These forums are now Read Only. If you have an Acrobat question, ask questions and get help from one of our experts.

I've lost hundreds of pages of my document during the OCR process..

shf781
Registered: Mar 8 2009
Posts: 6
Answered

I'm using Pro version 8.1.3 on a Windows machine.

I'm working on a pdf that's now 2004 pages. It is marked by about 75 different bookmarks. Once I went through the document and added headers/footers, comments, sticky notes and circles, I OCR'd it. After I OCR'd it I saved it. When I went through the document again, I found pages 308-757 were virtually blank. My header/footer, sticky notes with remarks, comments and circles remain, but the page is otherwise blank. When I left click and hold the mouse and drag it across the blank pages with the Highlight Text tool on, Acrobat will highlight areas of the document that had text. But the text is still not revealed doing this.

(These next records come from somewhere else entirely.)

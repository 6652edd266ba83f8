package org.viscarta.cli;

import static org.junit.jupiter.api.Assertions.assertEquals;
import static org.junit.jupiter.api.Assertions.assertTrue;

import java.io.IOException;
import java.nio.charset.StandardCharsets;
import java.nio.file.Files;
import java.nio.file.Path;
import java.util.ArrayList;
import java.util.List;
import java.util.Optional;
import org.junit.jupiter.api.Tag;
import org.junit.jupiter.api.Test;
import org.junit.jupiter.api.io.TempDir;

/** Whether and how {@code main} starts the work in a JVM of its own ({@link Launch}). */
@Tag("regression")
class LaunchTest {

    private static final Optional<String> JAVA = Optional.of("/opt/jdk/bin/java");

    private static Optional<List<String>> command(List<String> jvmOptions, int cores, boolean launched) {
        return Launch.command(jvmOptions, cores, launched, JAVA, "viscarta.jar", "org.viscarta.cli.Viscarta", List.of("report", "data"),
                () -> 0);
    }

    @Test
    void onTwoCoresTheWorkRunsInASecondJvmWithTheQuickCompilerAndTheSerialCollectorThenTheUsersOptions() {
        assertEquals(Optional.of(List.of("/opt/jdk/bin/java", "-XX:TieredStopAtLevel=1", "-XX:+UseSerialGC", "-Xmx1g",
                        "-Dviscarta.launched=true", "-cp", "viscarta.jar", "org.viscarta.cli.Viscarta", "report", "data")),
                command(List.of("-Xmx1g"), 2, false));
        assertTrue(command(List.of(), 1, false).isPresent(), "one core");
    }

    @Test
    void runsHereWhenAlreadyLaunchedOnMoreCoresOrWithoutAJavaExecutable() {
        assertEquals(Optional.empty(), command(List.of(), 2, true), "the second JVM must not start a third");
        assertEquals(Optional.empty(), command(List.of(), 3, false), "not measured above two cores: defaults kept");
        assertEquals(Optional.empty(), Launch.command(List.of(), 2, false, Optional.empty(), "viscarta.jar", "M", List.of(), () -> 0));
        assertEquals(Optional.empty(), Launch.command(List.of(), 2, false, JAVA, "", "M", List.of(), () -> 0));
    }

    @Test
    void largeInputsKeepTheOptimisingCompiler() {
        List<String> large = Launch.command(List.of(), 2, false, JAVA, "viscarta.jar", "M", List.of("fit", "big.csv"),
                () -> Launch.LARGE_INPUT_BYTES + 1).orElseThrow();
        assertEquals(List.of("/opt/jdk/bin/java", "-XX:+UseSerialGC", "-Dviscarta.launched=true", "-cp", "viscarta.jar", "M", "fit",
                "big.csv"), large);
        assertTrue(Launch.command(List.of(), 2, false, JAVA, "viscarta.jar", "M", List.of(), () -> Launch.LARGE_INPUT_BYTES).orElseThrow()
                .contains("-XX:TieredStopAtLevel=1"), "at the limit, still the quick compiler");
    }

    /** The inputs' size: files and folders named, the values of -o and --out (outputs) left out, options skipped. */
    @Test
    void theInputsSizeCountsTheFilesAndFoldersNamedButNotTheOutputs(@TempDir Path dir) throws IOException {
        Path file = Files.write(dir.resolve("a.csv"), new byte[1000]);
        Path folder = Files.createDirectories(dir.resolve("in").resolve("deeper"));
        Files.write(folder.resolve("b.csv"), new byte[300]);
        Files.write(folder.getParent().resolve("c.csv"), new byte[20]);
        Path out = Files.createDirectories(dir.resolve("out"));
        Files.write(out.resolve("report.xlsx"), new byte[5000]);
        Path csv = Files.write(dir.resolve("old-fits.csv"), new byte[7000]);
        assertEquals(1320, Launch.inputBytes(List.of("report", file.toString(), folder.getParent().toString(), "--basis", "tensile",
                "--out", out.toString(), "-o", csv.toString(), "--force", dir.resolve("missing.csv").toString())));
        assertEquals(0, Launch.inputBytes(List.of("--version")));
    }

    @Test
    void theUsersOwnChoiceOfCompilerCollectorAgentOrDebuggerIsKept() {
        for (String chosen : List.of("-XX:+UseG1GC", "-XX:+UseParallelGC", "-XX:-UseSerialGC", "-XX:TieredStopAtLevel=4",
                "-XX:-TieredCompilation", "-Xint", "-Xcomp", "-agentlib:jdwp=transport=dt_socket,server=y,address=5005",
                "-javaagent:/x/agent.jar", "-agentpath:/x/lib.so", "-Xdebug", "-XX:Flags=.hotspotrc")) {
            assertEquals(Optional.empty(), command(List.of("-Xmx2g", chosen), 2, false), chosen);
        }
        // options that choose neither are passed on
        assertTrue(command(List.of("-XX:ActiveProcessorCount=2", "-Dfile.encoding=UTF-8", "-XX:MaxRAMPercentage=50"), 2, false)
                .orElseThrow().containsAll(List.of("-XX:ActiveProcessorCount=2", "-Dfile.encoding=UTF-8", "-XX:MaxRAMPercentage=50")));
    }

    /**
     * The whole path through a real second JVM: a bad input's one line reaches the user's error
     * stream once, its exit code 2 comes back, and standard output passes through.
     */
    @Test
    void aSecondJvmPassesOnTheStreamsAndTheExitCode(@TempDir Path dir) throws IOException, InterruptedException {
        Path missing = dir.resolve("missing.csv");
        Run bad = java(dir, "inspect", missing.toString());
        assertEquals(2, bad.exit, bad.err);
        List<String> lines = bad.err.lines().filter(l -> !l.isBlank()).toList();
        assertEquals(1, lines.size(), bad.err);
        assertTrue(lines.get(0).startsWith(missing.toString() + ": "), bad.err);
        Run version = java(dir, "--version");
        assertEquals(0, version.exit, version.err);
        assertTrue(version.out.startsWith("Viscarta "), version.out);
    }

    private record Run(int exit, String out, String err) {
    }

    /** {@code java -XX:ActiveProcessorCount=2 -cp <this class path> org.viscarta.cli.Viscarta args}: two cores, so that it launches. */
    private static Run java(Path dir, String... args) throws IOException, InterruptedException {
        List<String> cmd = new ArrayList<>(List.of(Path.of(System.getProperty("java.home"), "bin", "java").toString(),
                "-XX:ActiveProcessorCount=2", "-cp", System.getProperty("java.class.path"), Viscarta.class.getName()));
        cmd.addAll(List.of(args));
        Path out = dir.resolve("out.txt");
        Path err = dir.resolve("err.txt");
        Process p = new ProcessBuilder(cmd).redirectOutput(out.toFile()).redirectError(err.toFile()).start();
        int exit = p.waitFor();
        return new Run(exit, Files.readString(out, StandardCharsets.UTF_8), Files.readString(err, StandardCharsets.UTF_8));
    }
}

Did I wreck this thing for good? Do I need to replace and re-mark those 400 pages of "missing" docs. Or is there a setting I can adjust to see the images again?

Thanks.

Todd

My Product Information:
Acrobat Pro 8.1.2, Windows
Lady Cygnus
Registered: Mar 17 2009
Posts: 19
I had this happen once with White text on a black background - it turns all the text white or something weird like that.

When you OCR use the following settings:
- Primary Language: English
- PDF Output Style: Searchable Image (exact)

The file will be slightly bigger, but it will look exactly like it does now.
Lady Cygnus
Registered: Mar 17 2009
Posts: 19
shf781 wrote:
It is marked by about 75 different bookmarks. Once I went through the document and added headers/footers, comments, sticky notes and circles, I OCR'd it. After I OCR'd it I saved it.
As a suggestion (since this isn't quite clear), I would suggest never saving over your original file after an ocr. Rename it with "ocr" or something, or at the very least keep an original backup.

1. If you have not saved over the pre-ocr file, simply run the ocr on that file again.
2. If you have saved over the pre-ocr file and can get the original (pre-notes file) then you can do the following:

- In messed up OCR PDF > Comments > Export Comments to Data File > Save
- Check the original PDF for page consistency (did you delete any pages when adding comments, etc)
- Resave the Original PDF as a different name (ie: Test - just to be cautious)
- In Test PDF > Comments > Import Comments > File you just savedYou'll now have all your comments back in (this will include all circle, pencil marks and sticky notes). I think you'll need to add the headers/footers back in by hand - but I don't work with those.

3. If you don't have an original and want to "undo" the bad OCR...I don't know of a way that can be done.
shf781
Registered: Mar 8 2009
Posts: 6
Thank you Lady Cygnus. I've put the document back together using a previously saved copy to replace my mysteriously white pages.

I was not aware of the "exact" image setting. That's what I would want anyway and assumed that's what I was getting...

Thanks Again!
rbogie
Registered: Apr 28 2008
Posts: 432
its advisable to apply OCR before all the other stuff. also you can remove OCR'd hidden text with the examine document tool (menu document > examine document). Save a backup and experiment.